There has, apparently, been a discernible level of goodwill toward a Connacht icon since he’s assumed the role, but he stresses: “Just because you’ve got a Galway native coaching the Connacht team doesn’t necessarily mean we’re going to win games, nor does it necessarily mean we’re going to get people in the gate. Part of our brief, to be fair to the players, is that we do our bit off the pitch to encourage people to come in and then our job is to entice them with the way we’re playing and with results. We’re here to win matches.”

Elwood stresses the need for Connacht to be competitive. “That might sound very simplistic, but we need to get the support to assemble a squad that is competitive week-in and week-out. We will be competitive at home but we need to be able to set up our team away from home so that it can also be competitive.”

With that in mind, he talks enthusiastically about the improved fund-raising off the pitch, which is involving the ex-pat communities in London and the USA, the improved facilities (gym, all-weather pitch etc), proposals to build a new stand, the influence of Forshaw as defence coach (they’ve conceded 54 and 53 tries in the last two seasons) and the desire to play an enterprising brand of rugby in also improving their try tally (just 20 in each of the last two 18-game campaigns).

“If you look at the new laws, the game is very much an unstructured type game now. There is more opportunity to counterattack so we want to encourage guys to play. There’s an element of structure there but there’s flexibility to play without being reckless.

“We’re talking people changing their perception of us so we have to change, if we stay on the same patch we’ll still be last but surely it’s worth having a go, doing something different to try and get off that patch, and then you might get your rewards. I’m not going to set unrealistic goals, like top four. We haven’t won an away game in the last two seasons, but if we can get competitive and consistent in our performances, then we can talk about winning away matches.”

So, if not Connacht are not to emerge from the pack and emulate Glasgow or the Dragons in rubbing shoulders with the big four, then who? Sadly, not the Warriors themselves most likely. Ravaged by injuries after several of their players also backboned the much -improved Scottish international campaign which culminated in last June’s impressive 2-0 series win in Argentina, alas Glasgow look hopelessly ill-equipped to mount any kind of sustained challenge this side of the November internationals at leas. A dark horse could be the Dragons again, or perhaps more plausibly Ulster. They have made three eye-catching signings from South Africa, and with their regular presence throughout the season, and probably less international demands on their squad than the supposed big four, they look well primed to emerge from three seasons of struggling near the basement.

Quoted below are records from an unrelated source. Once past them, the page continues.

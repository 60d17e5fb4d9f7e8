import type { DatasetFindings, DatasetOptions } from './dataset-analysis.ts';
import { OUTLIER_FAMILY_ALPHA } from './order/bonferroni-outlier-test.ts';
import { PROPORTIONAL_LOG_LIKELIHOOD_GAIN } from './order/choose-error-model.ts';
import {
  DECISIVE_ORDER_EVIDENCE,
  MAX_WRONG_ORDER_RATE_PER_CELL,
  MIN_FRACTION_REACTED,
  MIN_POINTS_FOR_COMPARISON,
  ORDER_CONSISTENCY_ALPHA,
  SYSTEMATIC_MISFIT_ALPHA,
} from './order/order-decision-thresholds.ts';
import { Q1E_POOLABILITY_SIGNIFICANCE } from './stability/poolability.ts';
import { q1eProposalText } from './stability/q1e-proposal-text.ts';
import { MOLAR_GAS_CONSTANT } from './temperature/physical-constants.ts';
import type { Series } from './types.ts';
import { DAYS_PER_MONTH, DAYS_PER_YEAR } from './units.ts';

/**
 * The method statement of an analysis: exactly what was done, in a structured record and in plain
 * prose that a report prints as is and an auditor can follow step by step.
 *
 * Why: ICH Q1E 2.2 asks that "the procedure used and the assumptions underlying the model should be
 * stated and justified", and EU GMP Annex 11 / 21 CFR 11.10(e) expect every exclusion and choice to
 * stay visible (Annex 11 §9, audit trails; docs/methods.md#method-statement). So the statement
 * lists the data used and excluded (with reasons and cell references), transformations, models,
 * error model, the order-selection rule with its thresholds (read from the engine's own
 * constants, so the text cannot drift from the code), the confidence level, the temperature and
 * shelf-life steps, and the engine version.
 *
 * Throws nothing.
 *
 * Example: for one series of 7 points with nothing excluded, `data.pointsUsed` is 7,
 * `data.excludedPoints` is empty, and the text begins "Data. 1 series, 7 points used; none excluded."
 */

export interface MethodStatement {
  engineVersion: string;
  confidenceLevel: number;
  data: {
    series: {
      id: string;
      batch: string | null;
      temperatureC: number | null;
      timeUnit: string;
      valueUnit: string;
      pointsUsed: number;
      notAnalysedReason: string | null;
    }[];
    pointsUsed: number;
    excludedPoints: { seriesId: string; time: number; value: number; reason: string; cell: string | null }[];
  };
  conventions: string[];
  transformations: string[];
  models: string[];
  errorModel: {
    requested: string;
    rule: string;
    perSeries: { id: string; errorModel: string; reason: string }[];
  };
  orderSelection: {
    source: 'analyst' | 'data';
    rule: string;
    thresholds: {
      minFractionReacted: number;
      decisiveOrderEvidence: number;
      orderConsistencyAlpha: number;
      systematicMisfitAlpha: number;
      minPointsForComparison: number;
      /** Family-wise level of the Bonferroni outlier test per series (critical value per series in the diagnostics). */
      outlierFamilyAlpha: number;
    };
  };
  intervals: string;
  temperature: string | null;
  shelfLife: string | null;
  /** The proposed shelf life under the ICH Q1E extrapolation limit: declaration, rule, branch, assumptions. */
  shelfLifeProposal: string | null;
  references: string[];
  text: string;
}

const ORDER_WORDS = ['zero', 'first', 'second'];
const percent = (fraction: number) => `${Number((fraction * 100).toPrecision(4))} %`;
const fmt = (value: number) => String(Number(value.toPrecision(6)));

export function methodStatement(
  analysis: DatasetFindings,
  seriesList: readonly Series[],
  options: DatasetOptions,
): MethodStatement {
  const confidence = percent(analysis.confidenceLevel);
  const seriesEntries = analysis.series.map((result, index) => ({
    id: result.id,
    batch: result.batch,
    temperatureC: result.temperatureC,
    timeUnit: seriesList[index]?.timeUnit ?? '',
    valueUnit: seriesList[index]?.valueUnit ?? '',
    pointsUsed: result.analysis?.n ?? 0,
    notAnalysedReason: result.error?.message ?? null,
  }));
  const excludedPoints = analysis.series.flatMap((result) =>
    (result.analysis?.excluded ?? []).map((point) => ({
      seriesId: result.id,
      time: point.time,
      value: point.value,
      reason: point.reason,
      cell: point.source?.cell ?? null,
    })),
  );
  const pointsUsed = seriesEntries.reduce((sum, entry) => sum + entry.pointsUsed, 0);

  const conventions = [
    'Rate law convention −dC/dt = k·Cⁿ; k is positive for a falling value, in units valueUnit^(1−n)/timeUnit.',
    `Time units convert with fixed factors: 1 year = ${DAYS_PER_YEAR} d, 1 month = ${DAYS_PER_MONTH} d; sampling dates become elapsed calendar months from each series' first sample.`,
    'Temperatures in kelvin are T = θ/°C + 273.15.',
  ];
  const transformations = [
    'Values were fitted on their original scale (constant error) or on the natural-log scale (proportional error); no other transformation enters the rate-law fits.',
    'The straight-line plots of value, ln(value) and 1/value against time are reported for reference only; they do not decide the order.',
  ];
  const models = [
    'Integrated rate laws of zero, first and second order, and of a free order n, fitted to each series by nonlinear least squares (Levenberg–Marquardt).',
    'Half-life, t90 and time to each limit come from the reported order’s fit.',
  ];
  const requested = options.errorModel ?? 'auto';
  const errorRule =
    requested === 'auto'
      ? `Chosen per series from the data: proportional error (log scale) only when its log-likelihood on the original scale beats constant error by at least ${PROPORTIONAL_LOG_LIKELIHOOD_GAIN}; otherwise constant error (unweighted).`
      : `Set by the analyst to ${requested} error for every series.`;
  const perSeries = analysis.series.flatMap((result) =>
    result.analysis
      ? [
          {
            id: result.id,
            errorModel: result.analysis.errorModel,
            reason: result.analysis.errorModelChoice.reason,
          },
        ]
      : [],
  );
  const used = perSeries.map((entry) => `${entry.id}: ${entry.errorModel}`).join('; ');
  const errorText = used === '' ? errorRule : `${errorRule} Used: ${used}.`;
  const thresholds = {
    minFractionReacted: MIN_FRACTION_REACTED,
    decisiveOrderEvidence: DECISIVE_ORDER_EVIDENCE,
    orderConsistencyAlpha: ORDER_CONSISTENCY_ALPHA,
    systematicMisfitAlpha: SYSTEMATIC_MISFIT_ALPHA,
    minPointsForComparison: MIN_POINTS_FOR_COMPARISON,
    outlierFamilyAlpha: OUTLIER_FAMILY_ALPHA,
  };
  const orderSource = options.order === undefined ? 'data' : 'analyst';
  const dataRule =
    `An integer order is named only when all three integer laws were compared (at least ${MIN_POINTS_FOR_COMPARISON} points), ` +
    `at least ${percent(MIN_FRACTION_REACTED)} of the initial value has reacted, its lead over the next-best integer order, as (N − 2)·ln(RSS ratio) = ΔAICc·(N − 2)/N, is at least ${DECISIVE_ORDER_EVIDENCE} (a ΔAICc of ${((DECISIVE_ORDER_EVIDENCE * 9) / 7).toFixed(1)} with 9 points), ` +
    `the F test against the free-order fit does not reject it at ${ORDER_CONSISTENCY_ALPHA}, and the runs test on its residuals does not reject at ${SYSTEMATIC_MISFIT_ALPHA}; otherwise the order is reported as not identified. ` +
    `These thresholds were calibrated by simulation (orders 0, 1, 2; 5 to 15 points; 0.5 to 3 % noise; 10 to 90 % reacted) so that a wrong order is named in at most ${percent(MAX_WRONG_ORDER_RATE_PER_CELL)} of series in every combination of fraction reacted and noise.`;
  const orderRule =
    orderSource === 'analyst'
      ? `Fixed by the analyst at ${ORDER_WORDS[options.order as number]} order; the data-based verdict is still reported beside it. ${dataRule}`
      : dataRule;
  const intervals =
    `Two-sided ${confidence} intervals: k and C0 as estimate ± t·SE on the fit's residual degrees of freedom; times to a level by Fieller's method (delta method on ln t for the free order). ` +
    `Points whose externally studentised residual exceeds in absolute value the Bonferroni-corrected two-sided t quantile t(1 − ${OUTLIER_FAMILY_ALPHA}/(2N); N − p − 1), for N points and p fitted parameters, are flagged as possible outliers (family-wise level ${percent(OUTLIER_FAMILY_ALPHA)} per series); none is removed by the program.`;

  let temperature: string | null = null;
  const arrhenius = analysis.arrhenius;
  if (arrhenius) {
    const formation = arrhenius.rateSense === 'formation';
    const declaredOrder = options.workingOrder?.order ?? 0;
    const workingOrderLeftOut =
      arrhenius.orderSource === 'formation' && declaredOrder !== 0
        ? `, so the study's working order (${ORDER_WORDS[declaredOrder]}) does not enter`
        : '';
    const orderText = formation
      ? `Fitted to the formation rate (the attribute increases): dC/dt = −k of each series' zero-order law, in ${arrhenius.kUnit ?? 'the value unit per time unit'}; first- and second-order laws describe a loss and give no formation rate${workingOrderLeftOut}.`
      : arrhenius.order === null
        ? 'No common order could be determined.'
        : arrhenius.orderSource === 'analyst'
          ? `Rate constants of the analyst's ${ORDER_WORDS[arrhenius.order]} order were used.`
          : `Rate constants of ${ORDER_WORDS[arrhenius.order]} order were used, the integer order with the lowest AICc summed over the series (AICc totals ${arrhenius.aiccTotals.map((total) => (total === null ? 'n/a' : fmt(total))).join(', ')} for orders 0, 1, 2).`;
    const excluded = arrhenius.excludedSeries.map((entry) => `${entry.id} (${entry.reason})`).join('; ');
    temperature = [
      orderText,
      formation
        ? 'Batches at one temperature were pooled into one point: the mean of the logarithm of the formation rate weighted by (rate/se(rate))² (plain mean when a standard error was missing).'
        : 'Batches at one temperature were pooled into one point: the mean of ln k weighted by (k/se(k))² (plain mean when a standard error was missing).',
      `${formation ? 'The logarithm of the formation rate' : 'ln k'} was regressed on 1/T (${options.arrheniusWeighting ?? 'unweighted'}), Ea = −R·slope with R = ${MOLAR_GAS_CONSTANT} J/(mol·K).`,
      excluded
        ? `Left out of the Arrhenius fit: ${excluded}.`
        : 'No series was left out of the Arrhenius fit.',
      options.storageTemperatureC === undefined
        ? ''
        : `${formation ? 'The formation rate' : 'k'} at ${options.storageTemperatureC} °C was predicted from the line, with a confidence interval for the mean line back-transformed from the ln scale.`,
      arrhenius.notApplicableReason ? `Not completed: ${arrhenius.notApplicableReason}.` : '',
    ]
      .filter((sentence) => sentence !== '')
      .join(' ');
  }

  let shelfLife: string | null = null;
  if (analysis.shelfLife) {
    const limits = [
      options.lowerLimit === undefined ? null : `lower limit ${options.lowerLimit}`,
      options.upperLimit === undefined ? null : `upper limit ${options.upperLimit}`,
    ].filter((text) => text !== null);
    const conditions = analysis.shelfLife.map((condition) => {
      const where = condition.temperatureC === null ? 'All series' : `At ${condition.temperatureC} °C`;
      const scale = { none: 'the values', ln: 'ln(value)', '1/x': '1/value' }[condition.transform];
      const model = condition.result
        ? `; model ${condition.result.model}, ${condition.result.method.sidedness}`
        : '';
      const outcome = condition.notApplicableReason
        ? `; not evaluated: ${condition.notApplicableReason}`
        : '';
      const role =
        condition.role === undefined || condition.role === 'not-declared' ? '' : ` (${condition.role})`;
      return `${where}${role}: ${condition.seriesIds.join(', ')} regressed on ${scale} (${condition.transformReason})${model}${outcome}.`;
    });
    shelfLife =
      `ICH Q1E shelf life against ${limits.join(' and ')}: the earliest time at which the ${confidence} confidence limit of the mean regression line meets the limit ` +
      `(one-sided for a one-sided limit, two-sided for both): the statistical estimate; batch poolability by ANCOVA at significance ${Q1E_POOLABILITY_SIGNIFICANCE} (slopes first, then intercepts); the minimum over batches when they are not pooled. ` +
      conditions.join(' ');
  }

  const shelfLifeProposal =
    analysis.shelfLife && analysis.q1eDeclaration
      ? q1eProposalText(analysis.q1eDeclaration, analysis.shelfLife)
      : null;

  const references = [
    'ICH Q1E Evaluation of Stability Data (2003), App. B',
    ...(shelfLifeProposal === null
      ? []
      : ['ICH Q1E Evaluation of Stability Data (2003), §2.3–2.5 and Appendix A (extrapolation)']),
    'ICH Q1A(R2) Stability Testing of New Drug Substances and Products (2003), 2.2.9',
    ...(shelfLifeProposal === null ? [] : ['ICH Q1A(R2) (2003), 2.1.7.1 and 2.2.7.1 (significant change)']),
    'K. P. Burnham & D. R. Anderson, Model Selection and Multimodel Inference, 2nd ed. (2002)',
    'D. W. Marquardt, J. Soc. Ind. Appl. Math. 11 (1963) 431–441',
    'IUPAC Gold Book, "Arrhenius equation", doi 10.1351/goldbook.A00446',
  ];

  const notAnalysed = seriesEntries.filter((entry) => entry.notAnalysedReason !== null);
  const dataText =
    `Data. ${seriesEntries.length} series, ${pointsUsed} points used; ` +
    (excludedPoints.length === 0
      ? 'none excluded.'
      : `${excludedPoints.length} excluded: ${excludedPoints.map((point) => `${point.seriesId} at time ${point.time} (value ${point.value}${point.cell ? `, ${point.cell}` : ''}): ${point.reason.replace(/[.;\s]+$/, '')}`).join('; ')}.`) +
    (notAnalysed.length === 0
      ? ''
      : ` Not analysed: ${notAnalysed.map((entry) => `${entry.id} (${entry.notAnalysedReason})`).join('; ')}.`);
  const text = [
    dataText,
    `Conventions. ${conventions.join(' ')}`,
    `Transformations. ${transformations.join(' ')}`,
    `Models. ${models.join(' ')}`,
    `Error model. ${errorText}`,
    `Order. ${orderRule}`,
    `Intervals. ${intervals}`,
    temperature === null ? null : `Temperature dependence. ${temperature}`,
    shelfLife === null ? null : `Shelf life. ${shelfLife}`,
    shelfLifeProposal === null ? null : `Shelf-life proposal. ${shelfLifeProposal}`,
    `Engine. Rateledger kinetics engine ${analysis.engineVersion}.`,
  ]
    .filter((paragraph) => paragraph !== null)
    .join('\n\n');

  return {
    engineVersion: analysis.engineVersion,
    confidenceLevel: analysis.confidenceLevel,
    data: { series: seriesEntries, pointsUsed, excludedPoints },
    conventions,
    transformations,
    models,
    errorModel: { requested, rule: errorRule, perSeries },
    orderSelection: { source: orderSource, rule: orderRule, thresholds },
    intervals,
    temperature,
    shelfLife,
    shelfLifeProposal,
    references,
    text,
  };
}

Next Saturday the new Italian Super franchise that is Aironi Rugby receives the red -carpet treatment at Musgrave Park while that same evening Benetton Treviso host the Scarlets. There must be fears within the Magners League hierarchy that the Italians will take a few hidings, and with that take the brickbats. But the two have recruited heavily and may well hang tough through the winter months more than is widely anticipated.

Either way, if nothing else, there presence will be interesting.